=== Begin Enclosure ===
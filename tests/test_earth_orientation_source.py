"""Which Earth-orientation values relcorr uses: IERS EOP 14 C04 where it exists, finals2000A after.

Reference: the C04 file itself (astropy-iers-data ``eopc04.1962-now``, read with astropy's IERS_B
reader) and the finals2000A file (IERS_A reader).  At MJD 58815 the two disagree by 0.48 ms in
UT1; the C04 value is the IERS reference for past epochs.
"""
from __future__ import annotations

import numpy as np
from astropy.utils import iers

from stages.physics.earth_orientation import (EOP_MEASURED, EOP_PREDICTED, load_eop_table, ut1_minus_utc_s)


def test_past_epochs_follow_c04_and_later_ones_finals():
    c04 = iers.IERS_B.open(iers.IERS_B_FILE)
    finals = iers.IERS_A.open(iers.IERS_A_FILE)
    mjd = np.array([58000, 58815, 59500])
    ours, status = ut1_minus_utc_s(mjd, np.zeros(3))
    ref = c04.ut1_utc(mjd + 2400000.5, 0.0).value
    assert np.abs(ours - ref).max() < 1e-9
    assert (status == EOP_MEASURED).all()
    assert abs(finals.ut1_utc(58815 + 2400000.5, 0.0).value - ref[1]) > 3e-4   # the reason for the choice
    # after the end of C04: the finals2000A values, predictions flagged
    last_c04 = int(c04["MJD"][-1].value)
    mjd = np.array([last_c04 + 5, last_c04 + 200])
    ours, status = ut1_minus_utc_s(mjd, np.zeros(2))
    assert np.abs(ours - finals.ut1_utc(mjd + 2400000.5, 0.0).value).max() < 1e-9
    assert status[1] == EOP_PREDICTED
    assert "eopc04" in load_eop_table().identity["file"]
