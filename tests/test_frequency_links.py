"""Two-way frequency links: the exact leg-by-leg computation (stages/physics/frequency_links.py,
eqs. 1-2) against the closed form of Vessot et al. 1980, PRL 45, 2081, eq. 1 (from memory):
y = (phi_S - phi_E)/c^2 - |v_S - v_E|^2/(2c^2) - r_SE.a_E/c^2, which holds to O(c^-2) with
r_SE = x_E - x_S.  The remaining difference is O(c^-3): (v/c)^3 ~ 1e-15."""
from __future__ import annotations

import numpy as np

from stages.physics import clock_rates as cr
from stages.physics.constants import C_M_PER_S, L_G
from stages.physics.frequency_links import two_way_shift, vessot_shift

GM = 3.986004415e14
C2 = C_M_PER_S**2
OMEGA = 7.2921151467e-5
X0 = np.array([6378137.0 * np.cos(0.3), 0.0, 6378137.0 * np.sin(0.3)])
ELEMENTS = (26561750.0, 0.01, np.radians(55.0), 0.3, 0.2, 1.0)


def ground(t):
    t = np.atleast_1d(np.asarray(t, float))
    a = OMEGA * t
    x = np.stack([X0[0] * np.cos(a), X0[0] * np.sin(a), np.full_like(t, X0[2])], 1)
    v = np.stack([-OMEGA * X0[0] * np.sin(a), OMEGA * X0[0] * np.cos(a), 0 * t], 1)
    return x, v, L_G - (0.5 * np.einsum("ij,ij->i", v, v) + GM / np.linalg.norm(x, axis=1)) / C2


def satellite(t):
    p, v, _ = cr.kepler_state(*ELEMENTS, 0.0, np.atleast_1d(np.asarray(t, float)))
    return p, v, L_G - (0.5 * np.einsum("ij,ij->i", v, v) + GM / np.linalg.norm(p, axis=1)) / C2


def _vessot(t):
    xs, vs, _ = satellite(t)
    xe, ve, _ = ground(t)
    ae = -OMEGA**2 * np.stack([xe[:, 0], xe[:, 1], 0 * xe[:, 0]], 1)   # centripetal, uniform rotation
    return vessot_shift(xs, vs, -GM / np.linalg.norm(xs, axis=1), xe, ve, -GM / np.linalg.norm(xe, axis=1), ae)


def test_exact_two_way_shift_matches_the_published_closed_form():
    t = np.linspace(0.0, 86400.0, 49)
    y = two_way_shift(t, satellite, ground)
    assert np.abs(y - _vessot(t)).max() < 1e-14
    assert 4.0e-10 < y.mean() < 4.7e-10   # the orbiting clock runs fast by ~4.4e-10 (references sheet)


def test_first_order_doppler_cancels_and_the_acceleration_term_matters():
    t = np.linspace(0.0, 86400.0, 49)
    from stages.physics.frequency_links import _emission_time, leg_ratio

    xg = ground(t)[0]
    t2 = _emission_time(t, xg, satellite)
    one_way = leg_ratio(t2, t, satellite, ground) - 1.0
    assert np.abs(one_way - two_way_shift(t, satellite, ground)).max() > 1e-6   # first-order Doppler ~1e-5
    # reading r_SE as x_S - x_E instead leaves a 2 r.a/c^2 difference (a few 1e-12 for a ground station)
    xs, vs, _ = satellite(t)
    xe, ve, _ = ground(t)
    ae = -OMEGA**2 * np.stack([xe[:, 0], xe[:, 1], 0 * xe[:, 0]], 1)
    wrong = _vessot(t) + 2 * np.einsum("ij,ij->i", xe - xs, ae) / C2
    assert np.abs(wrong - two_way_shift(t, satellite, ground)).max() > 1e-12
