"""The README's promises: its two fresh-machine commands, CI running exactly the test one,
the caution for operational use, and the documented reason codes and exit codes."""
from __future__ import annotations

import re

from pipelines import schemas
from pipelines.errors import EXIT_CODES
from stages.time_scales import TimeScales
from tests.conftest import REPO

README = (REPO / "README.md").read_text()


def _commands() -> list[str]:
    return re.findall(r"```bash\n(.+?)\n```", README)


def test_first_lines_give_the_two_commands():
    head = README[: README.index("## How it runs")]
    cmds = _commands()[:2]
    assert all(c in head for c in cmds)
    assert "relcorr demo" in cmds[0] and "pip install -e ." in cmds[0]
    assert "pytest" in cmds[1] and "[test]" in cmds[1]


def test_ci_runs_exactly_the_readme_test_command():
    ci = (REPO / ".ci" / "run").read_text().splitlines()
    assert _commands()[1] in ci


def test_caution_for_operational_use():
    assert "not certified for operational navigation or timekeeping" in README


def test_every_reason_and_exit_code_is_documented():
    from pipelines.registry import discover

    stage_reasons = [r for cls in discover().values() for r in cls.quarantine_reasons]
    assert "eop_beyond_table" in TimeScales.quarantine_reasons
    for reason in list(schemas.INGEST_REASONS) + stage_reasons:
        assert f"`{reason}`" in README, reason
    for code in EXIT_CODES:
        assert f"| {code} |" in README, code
=== End Enclosure ===
◆ Description of the task:
If a line in the records has the word "axis", copy that line.

◆ Solution to the exercise:
    return x, v, L_G - (0.5 * np.einsum("ij,ij->i", v, v) + GM / np.linalg.norm(x, axis=1)) / C2
    return p, v, L_G - (0.5 * np.einsum("ij,ij->i", v, v) + GM / np.linalg.norm(p, axis=1)) / C2
    return vessot_shift(xs, vs, -GM / np.linalg.norm(xs, axis=1), xe, ve, -GM / np.linalg.norm(xe, axis=1), ae)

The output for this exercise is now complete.